Question

How do you find vertical, horizontal and oblique asymptotes for `f(x)= (5x^2-17x-12)/(2x^2-7x-4)`?

Answer 1

The horizontal asymptote is `y=5/2`, the vertical asymptote is `x=-1/2` and there is no oblique asymptote.

Explanation:

`f(x)=frac{5x^2-17x-12}{2x^2-7x-4}`

This problem is a bit tricky because there is a "hole" at `x=4`.

Start by factoring both numerator and denominator.

`f(x)=frac{(5x+3)(x-4)}{(2x+1)(x-4)}`

Note that factor `(x-4)` cancels. This means there is a "hole" or undefined point in the graph at `x=4`.

To find the asymptotes, use the function that results after the factor cancels.

`f(x)=frac{5x+3}{2x+1}`

To find the horizontal asymptote (HA), compare the degree of the numerator to the degree of the denominator.

If the degrees are the same, the HA is `y=` leading coefficient of the numerator divided by the leading coefficient of the denominator.

If the degree of the denominator is greater, the HA is `y=0`.

If the degree of the numerator is greater, there is an oblique asymptote.

`f(x)=frac{color(blue)5x^color(red)1+3}{color(blue)2x^color(red)1+1}`

In this example, both the numerator and denominator have a degree of `color(red)1`. (The degree is the highest exponent in standard form).

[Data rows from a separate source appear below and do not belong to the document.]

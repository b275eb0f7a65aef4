"""``blotter hedge`` on a fresh copy of the demo book: the JSON against ``blotter risk --json`` of
the same book and time (the delta hedged is risk's), the trade in whole lots with the residual
it leaves, ``--book``, ``--lot``, ``--csv`` and the refusals in words. That the hedge zeroes the
delta on a full revaluation is checked in tests/desk/test_hedge.py."""

from __future__ import annotations

import csv
import io
import json
from pathlib import Path
from typing import Any

import pytest
from cli_helpers import run

AT = "2026-11-30T16:45"
"""Valuation time (desk-local): a quarter hour after the demo's last close."""


def report_json(command: str, db: Path, *args: str) -> dict[str, Any]:
    """``blotter COMMAND --db DB --at AT --json ARGS`` read back."""
    out: dict[str, Any] = json.loads(
        run(command, "--db", str(db), "--at", AT, "--json", *args).output
    )
    return out


def hedge_json(db: Path, *args: str) -> dict[str, Any]:
    return report_json("hedge", db, *args)


def risk_json(db: Path) -> dict[str, Any]:
    return report_json("risk", db)


def test_hedge_json_hedges_risks_delta_in_whole_lots(demo_db: Path) -> None:
    out = hedge_json(demo_db)
    risk = risk_json(demo_db)
    assert out["as_of"] == risk["as_of"] and out["reference_index"] == "DEMOIX"
    by_symbol = {h["target"]: h for h in out["hedges"]}
    assert list(by_symbol) == [r["underlying"] for r in risk["by_underlying"]] + ["book"]
    lots = {"DEMOIX": 1.0, "DEMOA": 100.0, "DEMOB": 100.0, "DEMOC": 100.0, "DEMOFU": 50.0}
    for row in risk["by_underlying"]:
        h = by_symbol[row["underlying"]]
        assert h["instrument"] == row["underlying"] and not h["beta_weighted"]
        assert h["delta_units"] == pytest.approx(row["delta_shares"], rel=1e-12)
        assert h["lot_units"] == lots[h["instrument"]]
        assert h["units"] == pytest.approx(h["quantity"] * h["units_per_contract"])
        assert h["units"] == pytest.approx(h["lots"] * h["lot_units"])
        assert h["residual_units"] == pytest.approx(h["delta_units"] + h["units"])
        assert abs(h["residual_units"]) <= h["lot_units"] / 2
        assert h["residual_cash"] == pytest.approx(h["residual_units"] * row["spot"])
        assert h["side"] == ("buy" if h["quantity"] > 0 else "sell")
    book = by_symbol["book"]
    assert book["beta_weighted"] and book["instrument"] == "DEMOIX"
    assert book["delta_units"] == pytest.approx(risk["beta_delta_index_units"], rel=1e-12)
    assert abs(book["residual_units"]) <= 0.5


def test_hedge_of_one_book_with_a_lot_of_one_unit(demo_db: Path) -> None:
    """--book equity-vol hedges that book's positions; a lot of 1 unit is not a whole DEMOFU
    contract, which is said for that row."""
    everyone = {h["target"]: h for h in hedge_json(demo_db, "--lot", "1")["hedges"]}
    equity = {h["target"]: h for h in hedge_json(demo_db, "--book", "equity-vol", "--lot", "1")
              ["hedges"]}
    assert "DEMOIX" not in equity and set(equity) < set(everyone)
    assert "not a whole number of DEMOFU contracts" in everyone["DEMOFU"]["refused"]
    for h in equity.values():
        assert h["lot_units"] == 1.0 and abs(h["residual_units"]) <= 0.5
    index = {h["target"]: h for h in hedge_json(demo_db, "--book", "index-vol")["hedges"]}
    for symbol in ("DEMOA", "DEMOB", "DEMOC"):  # held in equity-vol only
        assert equity[symbol]["delta_units"] == pytest.approx(everyone[symbol]["delta_units"])
        assert symbol not in index


def test_hedge_csv_and_table(demo_db: Path) -> None:
    rows = list(csv.DictReader(io.StringIO(run("hedge", "--db", str(demo_db), "--at", AT,
                                               "--csv", "--lot", "1").output)))
    assert [r["target"] for r in rows][-1] == "book"
    fut = next(r for r in rows if r["target"] == "DEMOFU")
    assert fut["quantity"] == "" and "whole number" in fut["refused"]
    table = run("hedge", "--db", str(demo_db), "--at", AT).output
    assert "book (β)" in table and "100 shares, a round lot of a US stock" in table
    assert "1 contract of 50 units" in table


def test_hedge_refuses_in_words(demo_db: Path, tmp_book: Path) -> None:
    out = run("hedge", "--db", str(demo_db), "--book", "nosuch", code=1).output
    assert "no book named 'nosuch'" in out
    for lot in ("0", "-3", "nan"):
        run("hedge", "--db", str(demo_db), "--lot", lot, code=2)
    run("underlying", "add", "XYZ", "--kind", "stock", "--currency", "USD", "--multiplier",
        "100", "--db", str(tmp_book))
    run("mark", "spot", "XYZ", "100", "--db", str(tmp_book))
    run("trade", "add", "XYZ", "--qty", "-250", "--price", "100", "--new-book", "--book", "desk",
        "--db", str(tmp_book))
    out = json.loads(run("hedge", "--db", str(tmp_book), "--json").output)
    xyz, book = out["hedges"]
    assert (xyz["quantity"], xyz["residual_units"]) == (300, 50.0)  # 2.5 lots: away from 0
    assert "no reference index" in book["refused"]
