TRADE_COLUMNS = (
    "book",
    "symbol",
    "type",
    "expiry",
    "strike",
    "quantity",
    "price",
    "trade_time",
    "style",
    "multiplier",
    "settlement",
    "note",
)
"""Columns of the trade CSV format, in the order ``trade list --csv`` prints them."""

TRADE_INFO_COLUMNS = ("trade_id", "state", "who", "source", "booked_at", "contract")
"""Columns ``trade list --csv`` adds after the import columns; an import ignores them, except that
``state`` must be ``live`` and a ``trade_id`` must not be a trade already in the book (that row
is an export of it: importing it again would double the position)."""

TRADE_REQUIRED = ("book", "symbol", "type", "quantity", "price", "trade_time")
"""Trade CSV columns that must be present (the others may be left out)."""

MARK_COLUMNS = ("kind", "symbol", "currency", "expiry", "strike", "tenor_days", "value")
"""Columns of the mark CSV format, in the order ``mark list --csv`` prints them."""

MARK_INFO_COLUMNS = ("mark_id", "mark_set_id", "set_kind", "marked_at", "who")
"""Columns ``mark list --csv`` adds after the import columns; an import ignores them."""

MARK_REQUIRED = ("kind", "value")
"""Mark CSV columns that must be present."""

_EPOCH = datetime(1970, 1, 1, tzinfo=UTC)
_TS_FORMAT = "%Y-%m-%dT%H:%M:%S.%fZ"
_SECTION = re.compile(r"^-- @version (\d+)\b", re.MULTILINE)


class StoreError(Exception):
    """A problem the user can fix (bad input, missing or foreign file); nothing was written."""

The HA is then `y=color(blue)5/color(blue)2`

There is no oblique asymptote, because the degree of the numerator is not greater than the degree of the denominator.

To find the vertical asymptote (VA), find the value of `x` where the denominator equals zero. This value of `x` will result in dividing by zero, which is undefined.

`2x+1=0 color(white)(aaa)`Solve for x

`2x=-1`

`x=- 1/2color(white)(aaa)`This is the equation of the VA.